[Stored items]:
* * *
"""Everything that one run tells, as one frozen value and as the JSON that is kept beside the record."""

from collections.abc import Mapping
from dataclasses import dataclass
from typing import Any

from hvhost.measure.breakdowns import Breakdown, breakdowns_of
from hvhost.measure.connected import Proof, RampResult, best_ramp, proof_of
from hvhost.measure.hold import HoldResult, measure_hold
from hvhost.measure.leakage import Reading, readings_of
from hvhost.measure.timeline import last_live_row, program_of, spans_of, time_on_s
from hvhost.measure.verdict import Decision, Facts, Judgement, judge
from hvhost.record.data import RunData
from hvhost.record.entries import Json, Outcome
from hvhost.record.meta import jsonable
from hvhost.wire.vocabulary import HOST_RULE_WORDS, Cause, CutWhy, EventKind, cause_words


@dataclass(frozen=True, slots=True, kw_only=True)
class Result:
    """What was applied, for how long, what leaked, whether and when it arced, why it stopped, and the verdict."""

    run: str
    outcome: str
    why: str
    causes: tuple[str, ...]
    verdict: Decision
    judgements: tuple[Judgement, ...]
    highest_v: float  # highest usable readback while energised
    breakdown_v: float | None
    time_on_s: float
    holds: tuple[HoldResult, ...]
    readings: tuple[Reading, ...]
    breakdowns: tuple[Breakdown, ...]
    ramp: RampResult | None
    proof: Proof
    pairs: int
    missing: int
    entries_lost: int

    def to_json(self) -> dict[str, Any]:
        """The result as plain JSON; values with uncertainty as value and u (k = 1)."""
        return {key: _untyped(item) for key, item in jsonable(self).items() if key != "type"}


def _untyped(value: Any) -> Any:
    if isinstance(value, Mapping):
        return {key: _untyped(item) for key, item in value.items() if key != "type"}
    return [_untyped(item) for item in value] if isinstance(value, list) else value


def evaluate(run: RunData) -> Result:
    """Measure and judge a run."""
    breakdowns = breakdowns_of(run)
    spans = spans_of(run, tuple(b.fall_row for b in breakdowns))
    holds = tuple(measure_hold(run, s) for s in spans if s.kind == "hold" and s.end > s.begin)
    readings = readings_of(run, spans)
    ramp = best_ramp(run, spans)
    proof = proof_of(run, spans, ramp)
    outcome, why, causes = ending_of(run)
    lost = sum(d.entries for d in run.damage) + run.lost
    facts = Facts(outcome=outcome, why=why, program=program_of(run), holds=holds, readings=readings,
                  breakdowns=breakdowns, proof=proof, reasons=_reasons(run), entries_lost=lost)
    verdict, judgements = judge(facts)
    return Result(run=run.meta.run, outcome=outcome, why=why, causes=causes, verdict=verdict, judgements=judgements,
                  highest_v=_highest(run), breakdown_v=breakdowns[0].volts.value if breakdowns else None,
                  time_on_s=time_on_s(run), holds=holds, readings=readings, breakdowns=breakdowns, ramp=ramp,
                  proof=proof, pairs=run.rows, missing=run.missing, entries_lost=lost)


def _reasons(run: RunData) -> tuple[Json, ...]:
    given = (*run.meta.reasons, *run.notes_of("reason"))
    return tuple(r if isinstance(r, Mapping) else {"what": str(r)} for r in given)


def _highest(run: RunData) -> float:
    last = last_live_row(run)
    usable = run.usable(0, last)
    return float(run.volts(0, last)[usable].max()) if usable.any() else 0.0


def ending_of(run: RunData) -> tuple[str, str, tuple[str, ...]]:
    """Return outcome, reason in words and the latched causes: by the END entry, else by notes, else interrupted."""
    closed = next(iter(reversed(list(run.notes_of("run closed")))), {})
    end = run.end or {}
    outcome = str(end.get("outcome") or closed.get("outcome") or Outcome.INTERRUPTED.value)
    why = str(end.get("why") or closed.get("why") or _why(run))
    return outcome, why, causes_of(run)


def causes_of(run: RunData) -> tuple[str, ...]:
    """Return the latched causes in words, the host's with its rule."""
    latched = [e for e in run.events if e.kind == EventKind.CAUSE]
    words = {word: None for e in latched for word in cause_words(e.a & ~Cause.HOST_RULE)}
    names = {int(rule): word for rule, word in HOST_RULE_WORDS.items()}
    host = {f"host: {names.get(e.b, e.b)}": None for e in latched if e.a & Cause.HOST_RULE}
    return (*words, *host)


def _why(run: RunData) -> str:
    """Say why in the MCU's words where no closing note does."""
    if run.end is None:
        return "nothing closed this run"
    cuts = [e for e in run.events if e.kind == EventKind.CUT]
    if not cuts:
        return ""
    known = {int(why): why.name.lower().replace("_", " ") for why in CutWhy}
    return f"the MCU cut: {known.get(cuts[-1].a, str(cuts[-1].a))}"
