"""A specimen that came off while the voltage was on: its current falls at once and does not come back.

A capacitance from a ramp proves that the specimen was there in that ramp.  A lead that falls off later takes the
specimen's leakage (in a ramp its charging current too) away between two samples, and what is left is the bench's own
draw.  Absorption and the tail of charging fall smoothly: over a step the current falls by far more than it does in the
windows beside it.  A specimen whose leakage cannot be told from the bench's draw can leave unseen in a hold; then only
a current window in the run sheet can ask for more.  The bounds are common practice, from memory, kept by tests.
"""

from dataclasses import dataclass

import numpy as np

from hvhost.measure.timeline import StepSpan
from hvhost.record.data import RunData

WINDOW_S = 0.25
LEAST_SHARE = 0.1  # of the current before
BESIDE = 6.0  # times the change in the windows beside the step
SCATTER = 10.0  # times the usual change from window to window
TRIM = (0.10, 0.95)  # of a ramp: its lag and its end are left out
LIMITED = 0.9  # of the step's current limit: a supply that leaves its limit lets the current fall at once too


@dataclass(frozen=True, slots=True, kw_only=True)
class Fall:
    """The window in which the current fell, and its level (A) before and after."""

    at: int
    before: float
    after: float


def fall_at_once(means: np.ndarray) -> Fall | None:
    """Find the first step down that stays in means of consecutive windows of equal length, None where there is none."""
    if len(means) < 6:
        return None
    usual = float(np.median(np.abs(np.diff(means))))
    for k in range(2, len(means) - 2):
        before, after = float(means[k - 2:k].mean()), float(means[k + 1:k + 3].mean())
        beside = max(abs(float(means[k - 1] - means[k - 2])), abs(float(means[k + 2] - means[k + 1])))
        fall = before - after
        if fall <= max(LEAST_SHARE * abs(before), BESIDE * beside, SCATTER * usual):
            continue
        middle = (before + after) / 2.0
        if float(means[:k].min()) > middle > float(means[k + 1:].max()):
            return Fall(at=k, before=before, after=after)
    return None


def came_off(run: RunData, spans: tuple[StepSpan, ...]) -> str:
    """Say where the current of a completed ramp or hold fell at once; '' where it did in none."""
    for span in spans:
        if not span.complete or span.kind not in ("ramp", "hold"):
            continue
        length = span.end - span.begin
        a, b = span.begin, span.end
        if span.kind == "ramp":
            a, b = span.begin + int(TRIM[0] * length), span.begin + int(TRIM[1] * length)
        elif span.clock is not None and span.clock < span.end:
            a = span.clock
        found = fall_at_once(_means(run, a, b))
        limit_a = span.number_of("limit_a", float("inf"))
        if found is not None and found.before < LIMITED * limit_a:
            return (f"the current fell at once from {found.before * 1e6:.4g} µA to {found.after * 1e6:.4g} µA, "
                    f"{(a - span.begin) * _pair_s(run) + found.at * WINDOW_S:.1f} s into {span.kind} {span.name!r}")
    return ""


def _pair_s(run: RunData) -> float:
    return run.meta.sample_ticks / run.meta.tick_hz


def _means(run: RunData, a: int, b: int) -> np.ndarray:
    """Mean current of each whole window of the rows a to b; a window without a usable sample is left out."""
    rows = max(1, round(WINDOW_S / _pair_s(run)))
    usable, amps = run.usable(a, b), run.amps(a, b)
    cuts = [slice(k, k + rows) for k in range(0, b - a - rows + 1, rows)]
    return np.array([float(amps[cut][usable[cut]].mean()) for cut in cuts if usable[cut].any()])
* * *
[WHAT NEEDS TO BE DONE]:
Scan the data above for the word "pairs", then copy every line that holds it.

[OUTPUT BELOW]:
    pairs: int
                  proof=proof, pairs=run.rows, missing=run.missing, entries_lost=lost)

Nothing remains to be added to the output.